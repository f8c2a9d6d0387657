"""Fitted models that behave: a learner and its response link, with parameters fitted to
an animal, generating responses instead of scoring them.

``FittedModel`` is what ``rigloop fit --json`` found (learner, link, parameters) on the
representation a rule file gives; ``ModelRuns`` runs it as R independent simulated
animals at once (the batched learners of ``offline/batch``), each drawing its own
responses and learning from the outcomes they bring; ``FittedAnimal`` is one of them
playing animal and rig for ``simulate_session`` (``rigloop simulate --animals-from``).

The model is the fit's own, read the same way (``fit/likelihood.py``):

* link ``respond`` (go/no-go): P(respond) = lapse/2 + (1 − lapse)·σ(β(V − θ)), V the value
  of the trial's first cue at its onset; every trial with a cue teaches its rows (reward
  only when delivered).
* link ``choice`` (two sides): the learner holds ``cue:left`` and ``cue:right`` columns;
  P(right) = lapse/2 + (1 − lapse)·σ(β(Q_R − Q_L) + bias + persev·h), h the choice-history
  kernel; the chosen side's column learns the outcome.

A fitted model has no engagement: it never omits a trial (replaying an animal's own
trials, it omits where the animal did).
"""

from __future__ import annotations

import json
import math
from collections.abc import Mapping, Sequence
from dataclasses import dataclass, field
from typing import Any

import numpy as np

from ..core.features import CueList, Representation, make_representation
from ..core.learners import LEARNERS, make_learner
from ..core.responses import history_step, p_respond, p_right
from ..core.trial import CuePresentation, Decision, Outcome, Response, TrialEvent
from ..errors import BadArgument
from .batch import BatchKalmanFilter, BatchKalmanTD, BatchRescorlaWagner, BatchTD
from .simulate import TRUE_ENGAGED, TRUE_RESPOND, TRUE_RIGHT

LINK_PARAMS = {"respond": ("beta", "theta", "lapse"), "choice": ("beta", "bias", "lapse", "persev", "decay")}
_LINK_DEFAULTS = {"bias": 0.0, "persev": 0.0, "decay": 0.7}
_BATCHES = {b._single: b for b in (BatchRescorlaWagner, BatchTD, BatchKalmanFilter, BatchKalmanTD)}
SIDES = ("left", "right")


@dataclass(frozen=True, slots=True)
class FittedModel:
    """A learner with fitted parameters and its response link, on a representation.

    representation: over the task's plain cues (the choice link makes its cue:side columns).
    """

    learner: str
    link: str
    learner_params: dict[str, Any]
    link_params: dict[str, float]
    representation: Representation
    reward_unit_ul: float
    subject: str = ""

    def __post_init__(self) -> None:
        if self.learner not in LEARNERS:
            raise BadArgument("learner", f"one of {', '.join(LEARNERS)}", self.learner)
        if self.link not in LINK_PARAMS:
            raise BadArgument("link", "'respond' (go/no-go) or 'choice' (two sides)", self.link)
        missing = [p for p in LINK_PARAMS[self.link] if p not in self.link_params]
        if missing:
            raise BadArgument("params", f"the {self.link} link's parameters ({', '.join(LINK_PARAMS[self.link])})",
                              missing)
        make_learner(self.learner, 1, **self.learner_params)  # unknown or bad parameters: named now

    @property
    def rows_representation(self) -> Representation:
        """The representation the learner runs on (cue:side columns for the choice link)."""
        rep = self.representation
        if self.link != "choice":
            return rep
        sided = CueList([f"{c}:{s}" for c in rep.cues.cues for s in SIDES])
        return make_representation(rep.kind, sided, dt=rep.dt, n_bins=rep.n_bins, decay=rep.decay)


def split_params(learner: str, link: str, params: Mapping[str, Any]) -> tuple[dict, dict]:
    """A fit's parameters as (learner's, link's); link parameters it lacks take their defaults."""
    names = LEARNERS[learner]._param_names if learner in LEARNERS else ()
    lp = {k: v for k, v in params.items() if k in names}
    link_names = LINK_PARAMS.get(link, ())
    obs = {k: float(params[k]) if k in params else _LINK_DEFAULTS.get(k, math.nan) for k in link_names}
    return lp, obs


def model_representation(rules, learner: str) -> Representation:
    """The representation a fit of ``learner`` uses for this rule file's cues: plain cues
    (action values pooled), one row per trial for a reward learner, ``presence`` rows at
    the file's dt for a value learner (as the fit chooses them)."""
    from ..core.subject import representation_for

    f = rules.features
    rep = representation_for(rules)
    if rules.learner.values == "cue_action":
        rep = make_representation(f.kind, CueList(rules.cues), dt=f.dt, n_bins=f.n_bins, decay=f.decay)
    reward_learner = LEARNERS[learner].kind == "reward"
    if reward_learner and rep.timed:
        rep = make_representation("identity", rep.cues)
    elif not reward_learner and not rep.timed:
        rep = make_representation("presence", rep.cues, dt=f.dt)
    return rep


def models_from_fit_json(doc: Any, rules, source: str = "fit.json") -> list[FittedModel]:
    """The best-ranked fit of each subject in a ``rigloop fit --json`` document (one
    subject's object, or a list of them) as a FittedModel on ``rules``' cues."""
    docs = doc if isinstance(doc, list) else [doc]
    out = []
    for d in docs:
        if not isinstance(d, Mapping) or not isinstance(d.get("fits"), list) or not d["fits"]:
            raise BadArgument("--animals-from", "the JSON of `rigloop fit --json` ({\"subject\", \"fits\": "
                              "[{\"learner\", \"link\", \"params\"}, ...], \"ranking\"})", source)
        fits = d["fits"]
        ranking = d.get("ranking") or []
        best = next((f for name in ranking[:1] for f in fits if f.get("learner") == name), fits[0])
        learner, link = best.get("learner"), best.get("link", "respond")
        params = dict(best.get("params") or {})
        params.update(best.get("fixed") or {})
        lp, obs = split_params(learner, link, params)
        if learner not in LEARNERS:
            raise BadArgument("--animals-from", f"fits of known learners ({', '.join(LEARNERS)})", learner)
        rep = model_representation(rules, learner)
        out.append(FittedModel(learner, link, lp, obs, rep, rules.reward_unit_ul, str(d.get("subject", ""))))
    return out


def read_fit_json(path: str, rules) -> list[FittedModel]:
    """``models_from_fit_json`` of the file at ``path``."""
    try:
        with open(path, encoding="utf-8") as fh:
            doc = json.load(fh)
    except json.JSONDecodeError as err:
        raise BadArgument("--animals-from", "a JSON file written by `rigloop fit --json`",
                          f"{path} (line {err.lineno}: {err.msg})") from None
    return models_from_fit_json(doc, rules, path)


# --------------------------------------------------------------------------- many runs at once


class ModelRuns:
    """R simulated animals of one FittedModel, each learning from its own outcomes."""

    def __init__(self, model: FittedModel, runs: int, seed: int = 0):
        if int(runs) < 1:
            raise BadArgument("runs", "a whole number >= 1", runs)
        self.model = model
        self.runs = int(runs)
        self.rep = model.rows_representation
        single = make_learner(model.learner, self.rep.n_features, **model.learner_params)
        self.batch = _BATCHES[type(single)].from_learners([single] * self.runs)
        self.h = np.zeros(self.runs)  # choice-history kernel per run
        self.rng = np.random.default_rng(seed)
        self._onset: dict[str, np.ndarray] = {}

    def _row(self, column: str) -> np.ndarray:
        x = self._onset.get(column)
        if x is None:
            x = self._onset[column] = np.asarray(self.rep.onset_row(column), dtype=np.float64)
        return x

    def probability(self, cue: str) -> np.ndarray:
        """(R,) P(respond) (respond link) or P(right) (choice link) to ``cue`` now."""
        p = self.model.link_params
        w = self.batch.w
        if self.model.link == "respond":
            # V = x_onsetᵀ w per run
            V = w @ self._row(cue)
            return np.asarray(p_respond(V, p["beta"], p["theta"], p["lapse"]), dtype=np.float64)
        QL, QR = w @ self._row(f"{cue}:left"), w @ self._row(f"{cue}:right")
        return np.asarray(p_right(QL, QR, p["beta"], p["bias"], p["lapse"], p["persev"], self.h),
                          dtype=np.float64)

    def draw(self, cue: str) -> np.ndarray:
        """(R,) 1.0 respond / right, 0.0 withhold / left, drawn from ``probability``."""
        return (self.rng.random(self.runs) < self.probability(cue)).astype(np.float64)

    def learn(self, cues: Sequence[tuple[str, float, float]], duration: float, y: np.ndarray,
              reward: np.ndarray, reward_time: float) -> None:
        """Each run learns its trial: ``y`` its response (nan: omitted), ``reward`` (R,) in µL
        at ``reward_time``. Omitted choice trials teach nothing (no action was taken)."""
        unit = self.model.reward_unit_ul
        variants: dict[tuple, tuple[np.ndarray, np.ndarray]] = {}
        keys = []
        for s in range(self.runs):
            if self.model.link == "choice":
                side = None if y[s] != y[s] else SIDES[int(y[s])]
                key = (side, float(reward[s]))
            else:
                key = (None, float(reward[s]))
            keys.append(key)
            if key not in variants:
                side, amount = key
                if self.model.link == "choice":
                    shown = [(f"{c}:{side}", on, off) for c, on, off in cues] if side else []
                else:
                    shown = list(cues)
                out = [(reward_time, amount / unit)] if amount > 0 else []
                tr = self.rep.rows(shown, out, duration)
                variants[key] = (np.asarray(tr.X, dtype=np.float64), np.asarray(tr.r, dtype=np.float64))
        T = max(X.shape[0] for X, _ in variants.values())
        Xs = np.zeros((self.runs, T, self.rep.n_features))
        rs = np.zeros((self.runs, T))
        lengths = np.zeros(self.runs, dtype=np.intp)
        for s, key in enumerate(keys):
            X, r = variants[key]
            Xs[s, :len(X)] = X
            rs[s, :len(r)] = r
            lengths[s] = len(X)
        self.batch.learn_trials(Xs, rs, lengths)
        if self.model.link == "choice":
            code = np.where(np.isnan(y), 0.0, 2.0 * np.nan_to_num(y) - 1.0)
            self.h = np.asarray(history_step(self.h, code, self.model.link_params["decay"]), dtype=np.float64)


# --------------------------------------------------------------------------- one animal for simulate


@dataclass
class FittedAnimal:
    """A fitted model playing animal and rig for ``simulate_session``: it presents the
    decision's cue, draws its response from the model, scores it, delivers the armed
    reward and learns from it. The truth in ``extra`` is the model's own probability.

    sides: cue -> correct side (choice tasks); cues: the task's cues (reported in the truth).
    """

    subject: str
    model: FittedModel
    sides: Mapping[str, str] = field(default_factory=dict)
    cues: tuple[str, ...] = ()
    seed: int = 0
    cue_s: float = 1.0
    onset_s: float = 0.5

    def __post_init__(self) -> None:
        if self.model.link == "choice" and not self.sides:
            raise BadArgument("sides", "the correct side of each cue (a choice fit needs a two-choice rule file)",
                              dict(self.sides))
        self._runs = ModelRuns(self.model, 1, self.seed)

    def truth(self, decision: Decision) -> dict[str, float]:
        key = TRUE_RIGHT if self.model.link == "choice" else TRUE_RESPOND
        cues = self.cues or ((decision.cue,) if decision.cue else ())
        return {key.format(c): float(self._runs.probability(c)[0]) for c in cues}

    def trial(self, decision: Decision, rig: str, wall_time: float) -> TrialEvent:
        """Run the trial ``decision`` asks for and report it."""
        truth = self.truth(decision)
        truth[TRUE_ENGAGED] = 1.0
        cue = decision.cue
        onset, offset = self.onset_s, self.onset_s + self.cue_s
        duration = offset + 1.0
        if cue is None:
            return TrialEvent(subject=self.subject, rig=rig, session=decision.session, trial=decision.trial,
                              cues=(), outcome=Outcome(), response=Response(kind="none"), duration=duration,
                              wall_time=wall_time, extra=truth)
        y = self._runs.draw(cue)
        reward_ul, reward_time = 0.0, None
        if self.model.link == "choice":
            side = SIDES[int(y[0])]
            ok = side == self.sides.get(cue, "left")
            latency = offset + 0.3
            response = Response(kind="choice", value=side, result="correct" if ok else "incorrect", latency=latency)
            if ok and decision.reward_armed:
                reward_ul, reward_time = decision.reward_ul, latency
        else:
            licked = bool(y[0])
            go = decision.reward_prob > 0
            response = Response(kind="licks", value=3.0 if licked else 0.0,
                                result="correct" if licked == go else "incorrect",
                                latency=onset + 0.3 if licked else None)
            if licked and go and decision.reward_armed:
                reward_ul, reward_time = decision.reward_ul, offset
        self._runs.learn([(cue, onset, offset)], duration, y, np.array([reward_ul]),
                         reward_time if reward_time is not None else offset)
        outcome = Outcome(reward_ul=reward_ul, reward_time=reward_time)
        return TrialEvent(subject=self.subject, rig=rig, session=decision.session, trial=decision.trial,
                          cues=(CuePresentation(cue, onset, offset),), outcome=outcome, response=response,
                          duration=duration, wall_time=wall_time, extra=truth)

+ + + + + + +

Whenever a line of the records above contains the word "columns", it counts toward the total; give that total alone.

3